▶ Task goal
Locate the line that contains "parameter: int | None = None" in the entries below, then repeat it and every following line through the line that contains "transform chain as", exactly, and no others.

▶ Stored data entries
============

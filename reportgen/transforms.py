"""Series transforms: small named functions over period-indexed series, each with its lineage.

A manifest's ``transform`` chain is applied left to right. Each step drops the observations it
cannot define (the first ``k`` after a lag or a difference) and says so in the lineage, e.g.
``diff(log(containers))``. Logs and growth rates need positive values; the first offending
period is named.
"""

from __future__ import annotations

from collections.abc import Callable, Sequence
from dataclasses import dataclass

import numpy as np
import pandas as pd

from reportgen.errors import (
    Location,
    NonPositiveValuesError,
    NoSeasonError,
    TransformExhaustsError,
    TransformOverflowError,
)
from reportgen.periods import period_label
from reportgen.vocabulary import PERIODS_PER_YEAR


@dataclass(frozen=True, slots=True)
class Step:
    """One transform step: its name and whole-number parameter (None for the default)."""

    name: str
    parameter: int | None = None


def _positive(values: pd.Series, step: str, where: Location) -> None:
    bad = values[values <= 0]
    if len(bad):
        first = bad.index[0]
        more = f" ({len(bad)} non-positive values in all)" if len(bad) > 1 else ""
        raise NonPositiveValuesError(location=where, step=step, value=float(bad.iloc[0]), period=period_label(first),
                                     more=more)


def _log(values: pd.Series, parameter: int | None, frequency: str, where: Location) -> pd.Series:
    _positive(values, "log", where)
    return np.log(values)


def _diff(values: pd.Series, parameter: int | None, frequency: str, where: Location) -> pd.Series:
    result = values
    for _ in range(parameter or 1):
        result = result.diff().iloc[1:]
    return result


def _log_diff(values: pd.Series, parameter: int | None, frequency: str, where: Location) -> pd.Series:
    return _diff(_log(values, None, frequency, where), None, frequency, where)


def _growth(values: pd.Series, parameter: int | None, frequency: str, where: Location) -> pd.Series:
    _positive(values, "growth", where)
    return (100.0 * (values / values.shift(1) - 1.0)).iloc[1:]


def _seasonal_diff(values: pd.Series, parameter: int | None, frequency: str, where: Location) -> pd.Series:
    period = parameter or PERIODS_PER_YEAR[frequency]
    if period < 2 and parameter is None:
        raise NoSeasonError(location=where)
    return (values - values.shift(period)).iloc[period:]


def _lag(values: pd.Series, parameter: int | None, frequency: str, where: Location) -> pd.Series:
    k = parameter or 1
    return values.shift(k).iloc[k:]


_STEPS: dict[str, Callable[[pd.Series, int | None, str, Location], pd.Series]] = {
    "log": _log,
    "diff": _diff,
    "log-diff": _log_diff,
    "growth": _growth,
    "seasonal-diff": _seasonal_diff,
    "lag": _lag,
}


def lineage_of(column: str, steps: Sequence[Step], frequency: str) -> str:
    """The transform chain as a readable composition, e.g. ``diff(log(containers))``."""
    text = column
    for step in steps:
        if step.name in {"log", "log-diff", "growth"}:
            text = f"{step.name}({text})"
        elif step.name == "seasonal-diff":
            text = f"seasonal-diff({text}, {step.parameter or PERIODS_PER_YEAR[frequency]})"
        else:
            text = f"{step.name}({text}, {step.parameter})" if step.parameter else f"{step.name}({text})"
    return text


def apply_transforms(values: pd.Series, steps: Sequence[Step], frequency: str, where: Location) -> pd.Series:
    """Apply a chain of steps left to right; errors name the step's manifest location."""
    result = values.astype(float)
    for step in steps:
        result = _STEPS[step.name](result, step.parameter, frequency, where)
        if result.empty:
            raise TransformExhaustsError(location=where, step=step.name)
        infinite = result[~np.isfinite(result.to_numpy())]
        if len(infinite):
            raise TransformOverflowError(location=where, step=step.name, period=period_label(infinite.index[0]),
                                         count=len(infinite))
    return result.rename(values.name)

============

▶ Solution to the problem
    parameter: int | None = None


def _positive(values: pd.Series, step: str, where: Location) -> None:
    bad = values[values <= 0]
    if len(bad):
        first = bad.index[0]
        more = f" ({len(bad)} non-positive values in all)" if len(bad) > 1 else ""
        raise NonPositiveValuesError(location=where, step=step, value=float(bad.iloc[0]), period=period_label(first),
                                     more=more)


def _log(values: pd.Series, parameter: int | None, frequency: str, where: Location) -> pd.Series:
    _positive(values, "log", where)
    return np.log(values)


def _diff(values: pd.Series, parameter: int | None, frequency: str, where: Location) -> pd.Series:
    result = values
    for _ in range(parameter or 1):
        result = result.diff().iloc[1:]
    return result


def _log_diff(values: pd.Series, parameter: int | None, frequency: str, where: Location) -> pd.Series:
    return _diff(_log(values, None, frequency, where), None, frequency, where)


def _growth(values: pd.Series, parameter: int | None, frequency: str, where: Location) -> pd.Series:
    _positive(values, "growth", where)
    return (100.0 * (values / values.shift(1) - 1.0)).iloc[1:]


def _seasonal_diff(values: pd.Series, parameter: int | None, frequency: str, where: Location) -> pd.Series:
    period = parameter or PERIODS_PER_YEAR[frequency]
    if period < 2 and parameter is None:
        raise NoSeasonError(location=where)
    return (values - values.shift(period)).iloc[period:]


def _lag(values: pd.Series, parameter: int | None, frequency: str, where: Location) -> pd.Series:
    k = parameter or 1
    return values.shift(k).iloc[k:]


_STEPS: dict[str, Callable[[pd.Series, int | None, str, Location], pd.Series]] = {
    "log": _log,
    "diff": _diff,
    "log-diff": _log_diff,
    "growth": _growth,
    "seasonal-diff": _seasonal_diff,
    "lag": _lag,
}


def lineage_of(column: str, steps: Sequence[Step], frequency: str) -> str:
    """The transform chain as a readable composition, e.g. ``diff(log(containers))``."""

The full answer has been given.